Das Blog von Anke Gröner z. B. liefert keinen kompletten Feed, weshalb man die Artikel direkt im Blog lesen muss. Und dort ist die Schriftgröße seit dem Redesign auf 90 Prozent gesetzt. Das sieht unter Windows mit IE vermutlich schick aus. Unter Debian Linux mit Firefox ist es mir schlichtweg zu klein und macht keinen Spaß mehr zu lesen.
Vielleicht sollte man das Internetz jetzt doch abstellen und stattdessen wieder Gedrucktes lesen. Braucht keinen Strom, ist oft gut lesbar und man kann sogar noch seinen Abfall hineinwickeln oder vielleicht einen Kopfsalat.
Sunday, 26. October 2008
Wer die Seite nicht kennt, hat etwas verpasst. Smashing Magazine bietet viele interessante Artikel, Tools und Grafiken für Webdesigner.
Sehr lesenswert.
Wednesday, 10. September 2008
Hatte heute auf meinem Windows-Rechner Probleme mit Firefox meine Blogdatenbank per phpMyAdmin zu warten und deshalb probeweise das aktuelle Opera installiert. Damit gings problemlos.
Die Optik von Opera ist mittlerweile richtig gut. Deshalb habe ich auch für meinen Debian-Rechner nach entsprechenden Paketen gesucht. Das ist etwas umständlich, weil es die anscheinend nicht über debian.org gibt.

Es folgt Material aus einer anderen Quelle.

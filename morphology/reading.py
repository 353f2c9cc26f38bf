"""The bytes of a file that was named by a person or by another file: ordinary files, of bearable size."""

from __future__ import annotations

import errno
import os
import stat
from os import PathLike

LARGEST_BYTES = 2**29  # ten times a reconstruction of a million rows
PIECE_BYTES = 2**20


def bytes_of(path: str | PathLike[str], pipes: bool = False) -> bytes:
    """All bytes of a file.

    A device such as /dev/zero never ends and a pipe without a writer never begins; a name that stands in a file shall
    not make the program wait for either.

    Args:
        path: the file.
        pipes: whether a pipe will do, as it may where a person names it.

    Raises:
        OSError: there is no such file, it cannot be opened, it is no ordinary file, or it is larger than
            `LARGEST_BYTES`.
        ValueError: the name is no name of a file.
    """
    found = os.stat(path)
    kind = found.st_mode
    if stat.S_ISDIR(kind):
        raise IsADirectoryError(errno.EISDIR, "it is a folder")
    if not (stat.S_ISREG(kind) or (pipes and stat.S_ISFIFO(kind))):
        raise OSError(errno.EINVAL, "it is a device or a pipe, no ordinary file")
    too_large = OSError(errno.EFBIG, f"it is larger than {LARGEST_BYTES >> 20} MB")
    if found.st_size > LARGEST_BYTES:
        raise too_large
    pieces, size = [], 0
    with open(path, "rb") as stream:
        while piece := stream.read(PIECE_BYTES):
            pieces.append(piece)
            size += len(piece)
            if size > LARGEST_BYTES:
                raise too_large
    return b"".join(pieces)
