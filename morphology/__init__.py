"""The geometry of a reconstructed neuron: points, branches, solids, places. It knows no electricity.

`CellTree` is the reconstruction, `Shape` the sphere and frusta it stands for, `Zone` a part of it chosen
by filters and `Site` one place on it. Lengths are in µm, areas in µm² throughout.
"""

from morphology.findings import Finding, SwcError
from morphology.kinds import KIND_NAMES, kind_code, kind_name
from morphology.shape import Shape
from morphology.sites import Place, PlaceError, Site, Zone, ZonePart
from morphology.tree import CellTree

__all__ = [
    "KIND_NAMES",
    "CellTree",
    "Finding",
    "Place",
    "PlaceError",
    "Shape",
    "Site",
    "SwcError",
    "Zone",
    "ZonePart",
    "kind_code",
    "kind_name",
]
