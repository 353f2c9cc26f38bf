"""Parent links as arrays: lookup, roots, cycles, order. Works on broken links too, so that they can be named.

Everywhere `parent` is (N,) rows, with -1 for a root and -2 for a parent that the file does not have; both
end a path. Jumps are doubled, so that a chain of any depth takes log2(N) steps and no recursion.
"""

from __future__ import annotations

import numpy as np
from numpy.typing import NDArray

Floats = NDArray[np.float64]
Ints = NDArray[np.int64]
Mask = NDArray[np.bool_]
ROOT, MISSING = -1, -2


def parent_rows(ids: Ints, parent_ids: Ints) -> Ints:
    """(N,) row of each row's parent; of rows with one id the first counts."""
    by_id = np.argsort(ids, kind="stable")
    at = np.searchsorted(ids[by_id], parent_ids)
    found = by_id[np.minimum(at, len(ids) - 1)]
    rows = np.where(ids[found] == parent_ids, found, MISSING)
    return np.where(parent_ids < 0, ROOT, rows)


def _jumps(parent: Ints) -> Ints:
    return np.where(parent < 0, np.arange(len(parent)), parent)


def _rounds(n: int) -> range:
    return range(int(n).bit_length() + 1)


def top_rows(parent: Ints) -> Ints:
    """(N,) the row where each row's path upwards ends; for rows in or below a cycle some row of the cycle."""
    jump = _jumps(parent)
    for _ in _rounds(len(parent)):
        jump = jump[jump]
    return jump


def endless(parent: Ints) -> Mask:
    """(N,) whether a row lies in or below a cycle."""
    return parent[top_rows(parent)] >= 0


def cycle_through(parent: Ints, row: int) -> list[int]:
    """The rows of the cycle that the path upwards from `row` runs into, each child before its parent."""
    for _ in range(len(parent)):
        row = int(parent[row])
    ring = [row]
    while parent[ring[-1]] != row:
        ring.append(int(parent[ring[-1]]))
    return ring


def depths(parent: Ints) -> Ints:
    """(N,) number of links between each row and the end of its path (no cycles)."""
    total, jump = (parent >= 0).astype(np.int64), _jumps(parent)
    for _ in _rounds(len(parent)):
        total, jump = total + total[jump], jump[jump]
    return total


def has_ancestor(parent: Ints, flag: Mask) -> Mask:
    """(N,) whether a row or any row above it has `flag`."""
    flag, jump = flag.copy(), _jumps(parent)
    for _ in _rounds(len(parent)):
        flag, jump = flag | flag[jump], jump[jump]
    return flag


def parents_first(parent: Ints) -> Ints:
    """(N,) the rows in an order in which each parent stands before its children (no cycles).

    A row is brought forward only as far as its first descendant needs; a file in order stays as it is.
    """
    if (parent < np.arange(len(parent))).all():
        return np.arange(len(parent))
    depth = depths(parent)
    above = parent.tolist()
    first = list(range(len(above)))
    for row in np.argsort(-depth, kind="stable").tolist():
        up = above[row]
        if up >= 0 and first[row] < first[up]:
            first[up] = first[row]
    return np.lexsort((depth, np.array(first, dtype=np.int64)))


def child_counts(parent: Ints) -> Ints:
    """(N,) number of children of each row."""
    return np.bincount(parent[parent >= 0], minlength=len(parent)).astype(np.int64)


def edge_lengths(xyz_um: Floats, parent: Ints) -> Floats:
    """(N,) straight distance to the parent, µm; 0 where there is none."""
    length = np.linalg.norm(xyz_um - xyz_um[np.maximum(parent, 0)], axis=1)
    return np.where(parent >= 0, length, 0.0)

Aber die netten Norweger haben extra für Debain-User deb.opera.com bereitgestellt und damit klappt das.
Sieht auch unter Debian sehr ansprechend aus; allerdings scheint mir der Aufbau von Grafiken gegenüber Firefox spürbar langsamer zu sein.
Thursday, 4. September 2008
Sowohl im Google-Blog als auch bei Matt Cutts kann man nachlesen, dass die Lizenzbestimmungen von Googles Chrome im Punkt 11 geändert worden seien. Sei ja nur eine falsche EULA gewesen, die man von anderswo kopiert hätte. (Geschäftsbedingungen eines Weltkonzerns, die per copy & paste erstellt werden? Haha.)

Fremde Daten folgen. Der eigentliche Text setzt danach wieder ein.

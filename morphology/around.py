"""How far everything is from one place of the tree, along the tree."""

from __future__ import annotations

from dataclasses import dataclass

import numpy as np
from numpy.typing import NDArray

from morphology.sites import Place
from morphology.tree import CellTree, Floats, Ints


def distance_from(tree: CellTree, place: Place) -> Floats:
    """(N,) way along the tree from a place to each point, µm."""
    above = tree.path_um[max(int(tree.parent[place.row]), 0)]
    here = above + place.fraction * (tree.path_um[place.row] - above)
    jump = np.maximum(tree.parent, 0)
    way = tree.path_to(place.row)
    jump[way] = way
    while (jump != jump[jump]).any():
        jump = jump[jump]
    return here + tree.path_um - 2 * np.minimum(tree.path_um[jump], here)


@dataclass(frozen=True, eq=False)
class Stretches:
    """The cable of a tree by its distance from one place: what is nearer than the place itself is cut there.

    A point without cable of its own (a sphere, a joined point) is a stretch of no length.

    Attributes:
        row: (S,) the tree row whose cylinder a stretch is of; every row occurs.
        near_um, far_um: (S,) distances of its two ends from the place, near_um <= far_um.
        part: (S,) the part of the cylinder that it is; the parts of a row add to 1.
    """

    row: Ints
    near_um: Floats
    far_um: Floats
    part: Floats

    def within(self, distance_um: Floats, amount: Floats) -> Floats:
        """(D,) sum of `amount` (N,), spread evenly along each row's cylinder, up to distances (D,), µm."""
        length = self.far_um - self.near_um
        weight = amount[self.row] * self.part
        total = np.empty(len(distance_um))
        for k, limit in enumerate(distance_um):
            inside = np.clip((limit - self.near_um) / np.where(length > 0, length, 1.0), 0.0, 1.0)
            total[k] = weight @ np.where(length > 0, inside, limit >= self.near_um)
        return total

    def reached_um(self, amount: Floats, goal: float) -> float:
        """The least distance up to which `amount` (N,) adds to `goal`, µm; the farthest end where it never does."""
        length = self.far_um - self.near_um
        weight = amount[self.row] * self.part
        slope = np.divide(weight, length, out=np.zeros_like(weight), where=length > 0)
        step = np.where(length > 0, 0.0, weight)
        knot, where = np.unique(np.r_[self.near_um, self.far_um], return_inverse=True)
        change = np.bincount(where, np.r_[slope, -slope], len(knot))
        jump = np.bincount(where, np.r_[step, np.zeros(len(step))], len(knot))
        rate = np.cumsum(change)
        before = np.r_[0.0, np.cumsum(rate[:-1] * np.diff(knot))] + np.cumsum(jump) - jump
        after = before + jump
        hit = np.flatnonzero(np.maximum(before, after) >= goal)
        if not hit.size:
            return float(knot[-1])
        k = int(hit[0])
        if k == 0 or before[k] < goal:
            return float(knot[k])
        return float(np.interp(goal, [after[k - 1], before[k]], [knot[k - 1], knot[k]]))


def stretches_around(tree: CellTree, place: Place) -> Stretches:
    """Where the cable of every row lies, by distance from `place`."""
    shape, distance = tree.shape, distance_from(tree, place)
    row, first, last = np.arange(len(tree)), shape.near.copy(), shape.far.copy()
    if first[place.row] < place.fraction < last[place.row]:
        row = np.r_[row, place.row]
        first, last = np.r_[first, place.fraction], np.r_[last, last[place.row]]
        last[place.row] = place.fraction
    above = distance[np.maximum(tree.parent, 0)][row]

    def at(fraction: Floats) -> Floats:
        straight = above + fraction * (distance[row] - above)
        return np.where(row == place.row, np.abs(fraction - place.fraction) * tree.edge_length_um[row], straight)

    one, other = at(first), at(last)
    cable = (shape.far - shape.near)[row]
    part = np.divide(last - first, cable, out=np.ones(len(row)), where=cable > 0)
    return Stretches(row, np.minimum(one, other), np.maximum(one, other), part)


def branch_ends(tree: CellTree) -> NDArray[np.int64]:
    """(N,) the row where the unbranched run of each row's cylinder ends: at a fork, a tip or a change of kind."""
    end = np.arange(len(tree))
    child = np.flatnonzero(tree.child_count[np.maximum(tree.parent, 0)] == 1)
    child = child[(tree.parent[child] >= 0) & (tree.kinds[child] == tree.kinds[np.maximum(tree.parent[child], 0)])]
    end[tree.parent[child]] = child
    while (end != end[end]).any():
        end = end[end]
    return end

Die englische Fassung mag ja jetzt richtig sein. Aber: abhängig von der Browser-Spracheinstellung (?) wird bei mir automatisch eine deutsche Version gezogen, die immer noch den alten Text zeigt, der mehr oder minder aussagt, dass alles, was man mit Chrome schreibt, Google gehöre.
Schön zu sehen, dass Wundergoogle auch nur mit Wasser kocht. Wenn sie sich noch ein bischen mehr Mühe geben, sieht Bill Gates daneben aus wie ein netter Onkel.
Beim Rootserver-Experiment gibt es weitere fundierte Artikel zum Thema:
Wednesday, 3. September 2008
Ich muss meinem Provider All-inkl.com ein großes Lob aussprechen. Auf eine Anfrage per Mail habe ich innerhalb von fünf (!) Minuten eine Antwortmail erhalten.
Das nenne ich wahnwitzige Geschwindigkeit!